[Supplied material — start]

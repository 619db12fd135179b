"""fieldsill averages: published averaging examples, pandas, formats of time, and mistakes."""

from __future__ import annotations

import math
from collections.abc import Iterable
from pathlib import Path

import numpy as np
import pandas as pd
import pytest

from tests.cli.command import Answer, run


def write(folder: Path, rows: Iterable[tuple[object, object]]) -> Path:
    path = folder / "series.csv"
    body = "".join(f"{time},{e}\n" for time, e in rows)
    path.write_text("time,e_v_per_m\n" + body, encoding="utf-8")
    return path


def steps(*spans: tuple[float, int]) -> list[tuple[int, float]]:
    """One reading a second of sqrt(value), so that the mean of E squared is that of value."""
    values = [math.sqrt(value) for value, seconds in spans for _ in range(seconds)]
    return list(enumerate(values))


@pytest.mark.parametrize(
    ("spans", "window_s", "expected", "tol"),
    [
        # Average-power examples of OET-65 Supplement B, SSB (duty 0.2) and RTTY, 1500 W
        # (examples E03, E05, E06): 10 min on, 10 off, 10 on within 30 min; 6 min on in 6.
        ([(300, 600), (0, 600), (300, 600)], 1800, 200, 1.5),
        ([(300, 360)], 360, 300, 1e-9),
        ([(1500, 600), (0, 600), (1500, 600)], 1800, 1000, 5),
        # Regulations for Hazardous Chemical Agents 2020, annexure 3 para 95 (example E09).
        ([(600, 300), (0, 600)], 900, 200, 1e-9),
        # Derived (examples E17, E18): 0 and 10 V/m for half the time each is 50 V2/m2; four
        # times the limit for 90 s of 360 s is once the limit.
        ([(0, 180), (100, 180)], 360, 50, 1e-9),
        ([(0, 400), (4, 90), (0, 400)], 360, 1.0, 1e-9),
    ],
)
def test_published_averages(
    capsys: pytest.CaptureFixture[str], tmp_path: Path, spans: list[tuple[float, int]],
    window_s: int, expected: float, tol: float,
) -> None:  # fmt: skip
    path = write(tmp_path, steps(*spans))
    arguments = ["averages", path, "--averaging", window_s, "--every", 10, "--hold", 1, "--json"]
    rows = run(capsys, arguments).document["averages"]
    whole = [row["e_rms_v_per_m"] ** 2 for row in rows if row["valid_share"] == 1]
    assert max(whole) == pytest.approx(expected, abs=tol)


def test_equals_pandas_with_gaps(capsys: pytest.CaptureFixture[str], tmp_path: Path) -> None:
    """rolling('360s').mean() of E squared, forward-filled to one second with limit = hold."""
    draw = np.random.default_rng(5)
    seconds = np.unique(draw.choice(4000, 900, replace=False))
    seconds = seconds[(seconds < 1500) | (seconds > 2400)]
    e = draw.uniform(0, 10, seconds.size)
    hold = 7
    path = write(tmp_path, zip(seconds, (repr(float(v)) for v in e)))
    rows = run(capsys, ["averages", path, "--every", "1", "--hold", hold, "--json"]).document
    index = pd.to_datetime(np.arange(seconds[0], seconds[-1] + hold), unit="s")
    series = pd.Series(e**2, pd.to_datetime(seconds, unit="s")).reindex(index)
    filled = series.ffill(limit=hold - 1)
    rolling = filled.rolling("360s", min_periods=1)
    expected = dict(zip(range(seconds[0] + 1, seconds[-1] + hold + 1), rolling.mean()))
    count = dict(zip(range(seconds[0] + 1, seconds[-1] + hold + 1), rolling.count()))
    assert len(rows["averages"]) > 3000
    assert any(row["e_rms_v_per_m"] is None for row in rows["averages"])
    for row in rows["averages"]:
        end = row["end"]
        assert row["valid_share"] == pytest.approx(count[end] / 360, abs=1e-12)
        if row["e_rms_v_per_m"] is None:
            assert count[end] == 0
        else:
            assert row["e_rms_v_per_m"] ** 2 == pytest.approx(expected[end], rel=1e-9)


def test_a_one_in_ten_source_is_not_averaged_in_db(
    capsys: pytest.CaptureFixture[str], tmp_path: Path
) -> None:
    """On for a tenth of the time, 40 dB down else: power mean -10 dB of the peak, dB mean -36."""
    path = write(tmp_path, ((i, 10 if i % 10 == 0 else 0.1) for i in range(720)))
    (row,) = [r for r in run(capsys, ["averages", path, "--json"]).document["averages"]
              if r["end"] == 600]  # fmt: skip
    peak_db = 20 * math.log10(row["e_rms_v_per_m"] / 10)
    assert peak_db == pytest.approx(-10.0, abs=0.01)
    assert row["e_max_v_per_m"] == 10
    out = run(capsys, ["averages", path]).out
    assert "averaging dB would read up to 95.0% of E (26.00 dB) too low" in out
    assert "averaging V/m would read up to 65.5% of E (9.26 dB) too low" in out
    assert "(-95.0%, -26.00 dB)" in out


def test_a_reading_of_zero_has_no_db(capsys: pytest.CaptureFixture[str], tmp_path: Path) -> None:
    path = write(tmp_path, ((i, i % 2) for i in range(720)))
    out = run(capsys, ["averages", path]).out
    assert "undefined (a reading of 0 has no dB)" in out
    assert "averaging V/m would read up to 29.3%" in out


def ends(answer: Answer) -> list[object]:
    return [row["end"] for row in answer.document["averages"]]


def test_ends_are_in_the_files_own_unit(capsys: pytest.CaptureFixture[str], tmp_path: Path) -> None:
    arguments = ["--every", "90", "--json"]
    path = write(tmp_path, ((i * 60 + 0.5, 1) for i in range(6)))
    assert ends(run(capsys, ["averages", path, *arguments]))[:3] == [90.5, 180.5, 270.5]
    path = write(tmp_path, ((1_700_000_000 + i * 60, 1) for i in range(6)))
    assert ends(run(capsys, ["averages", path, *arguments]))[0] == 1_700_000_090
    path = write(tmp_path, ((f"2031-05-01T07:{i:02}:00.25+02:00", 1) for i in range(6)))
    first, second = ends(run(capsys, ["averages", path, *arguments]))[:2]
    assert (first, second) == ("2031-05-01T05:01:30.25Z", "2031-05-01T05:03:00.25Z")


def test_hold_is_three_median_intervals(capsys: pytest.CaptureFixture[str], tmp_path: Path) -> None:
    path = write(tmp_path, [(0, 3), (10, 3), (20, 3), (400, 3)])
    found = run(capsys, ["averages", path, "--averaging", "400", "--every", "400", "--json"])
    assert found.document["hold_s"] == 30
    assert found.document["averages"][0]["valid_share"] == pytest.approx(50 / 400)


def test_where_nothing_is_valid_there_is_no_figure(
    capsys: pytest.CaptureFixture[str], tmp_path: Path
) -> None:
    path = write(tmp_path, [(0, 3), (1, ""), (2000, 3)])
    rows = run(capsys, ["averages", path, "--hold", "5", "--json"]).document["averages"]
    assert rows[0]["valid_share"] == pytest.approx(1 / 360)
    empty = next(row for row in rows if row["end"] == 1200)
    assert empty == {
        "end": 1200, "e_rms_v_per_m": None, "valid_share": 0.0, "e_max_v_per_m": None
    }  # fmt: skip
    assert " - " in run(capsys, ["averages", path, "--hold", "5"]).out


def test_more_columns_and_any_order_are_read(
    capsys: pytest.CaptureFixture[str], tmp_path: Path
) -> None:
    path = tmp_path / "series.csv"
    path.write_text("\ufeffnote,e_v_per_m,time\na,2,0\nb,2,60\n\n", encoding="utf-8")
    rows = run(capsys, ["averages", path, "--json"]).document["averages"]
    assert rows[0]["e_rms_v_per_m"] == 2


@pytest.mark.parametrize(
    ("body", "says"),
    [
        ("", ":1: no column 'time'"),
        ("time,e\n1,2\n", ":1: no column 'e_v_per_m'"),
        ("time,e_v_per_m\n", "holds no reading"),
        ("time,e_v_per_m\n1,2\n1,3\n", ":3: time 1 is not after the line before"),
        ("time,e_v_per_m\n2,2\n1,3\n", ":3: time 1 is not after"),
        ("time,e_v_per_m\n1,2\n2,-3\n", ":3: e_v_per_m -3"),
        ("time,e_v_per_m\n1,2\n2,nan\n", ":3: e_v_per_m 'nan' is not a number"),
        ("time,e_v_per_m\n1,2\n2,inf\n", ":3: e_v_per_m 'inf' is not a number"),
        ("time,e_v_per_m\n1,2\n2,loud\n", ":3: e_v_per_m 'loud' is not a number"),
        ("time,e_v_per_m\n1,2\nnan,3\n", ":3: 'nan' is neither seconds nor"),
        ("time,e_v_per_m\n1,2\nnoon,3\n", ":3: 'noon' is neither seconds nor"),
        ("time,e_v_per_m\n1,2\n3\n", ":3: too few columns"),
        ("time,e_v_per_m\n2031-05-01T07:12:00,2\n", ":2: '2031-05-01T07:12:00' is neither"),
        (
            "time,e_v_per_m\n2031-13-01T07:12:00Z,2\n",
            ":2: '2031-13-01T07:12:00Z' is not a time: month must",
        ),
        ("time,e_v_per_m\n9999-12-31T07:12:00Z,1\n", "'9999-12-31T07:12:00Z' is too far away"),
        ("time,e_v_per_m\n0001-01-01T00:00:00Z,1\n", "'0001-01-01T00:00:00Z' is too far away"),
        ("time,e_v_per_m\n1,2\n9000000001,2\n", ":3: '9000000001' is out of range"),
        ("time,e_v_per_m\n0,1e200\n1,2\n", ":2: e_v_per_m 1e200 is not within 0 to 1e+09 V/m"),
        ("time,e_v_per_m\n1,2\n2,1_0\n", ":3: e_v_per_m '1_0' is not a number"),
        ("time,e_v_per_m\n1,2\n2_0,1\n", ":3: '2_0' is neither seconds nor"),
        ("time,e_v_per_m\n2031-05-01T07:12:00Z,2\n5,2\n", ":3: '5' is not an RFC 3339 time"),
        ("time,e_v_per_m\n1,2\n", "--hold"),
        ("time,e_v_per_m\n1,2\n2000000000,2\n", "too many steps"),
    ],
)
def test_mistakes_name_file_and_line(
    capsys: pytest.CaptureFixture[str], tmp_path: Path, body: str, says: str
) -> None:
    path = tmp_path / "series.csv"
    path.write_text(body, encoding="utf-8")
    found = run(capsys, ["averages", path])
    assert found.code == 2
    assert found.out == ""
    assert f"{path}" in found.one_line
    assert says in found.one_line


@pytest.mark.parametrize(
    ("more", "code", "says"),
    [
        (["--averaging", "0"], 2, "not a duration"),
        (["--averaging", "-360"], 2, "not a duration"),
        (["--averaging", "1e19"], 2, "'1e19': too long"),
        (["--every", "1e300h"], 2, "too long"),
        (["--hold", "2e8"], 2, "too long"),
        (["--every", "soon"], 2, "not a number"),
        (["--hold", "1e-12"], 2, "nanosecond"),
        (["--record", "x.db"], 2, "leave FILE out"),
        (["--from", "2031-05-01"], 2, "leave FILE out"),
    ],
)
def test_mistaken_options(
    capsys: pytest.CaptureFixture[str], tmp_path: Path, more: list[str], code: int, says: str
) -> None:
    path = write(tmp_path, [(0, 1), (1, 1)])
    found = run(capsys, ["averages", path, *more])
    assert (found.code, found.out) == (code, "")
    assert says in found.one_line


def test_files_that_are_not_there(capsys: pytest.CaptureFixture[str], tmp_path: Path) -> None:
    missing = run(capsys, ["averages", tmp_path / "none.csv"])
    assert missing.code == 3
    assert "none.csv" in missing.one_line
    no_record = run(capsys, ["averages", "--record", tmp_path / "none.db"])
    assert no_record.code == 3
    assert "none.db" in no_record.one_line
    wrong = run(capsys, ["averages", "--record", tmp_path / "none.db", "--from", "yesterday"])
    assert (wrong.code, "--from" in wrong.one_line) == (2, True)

[Supplied material — finish]

Output only the count of lines in the data containing "within".

§ Task solution
2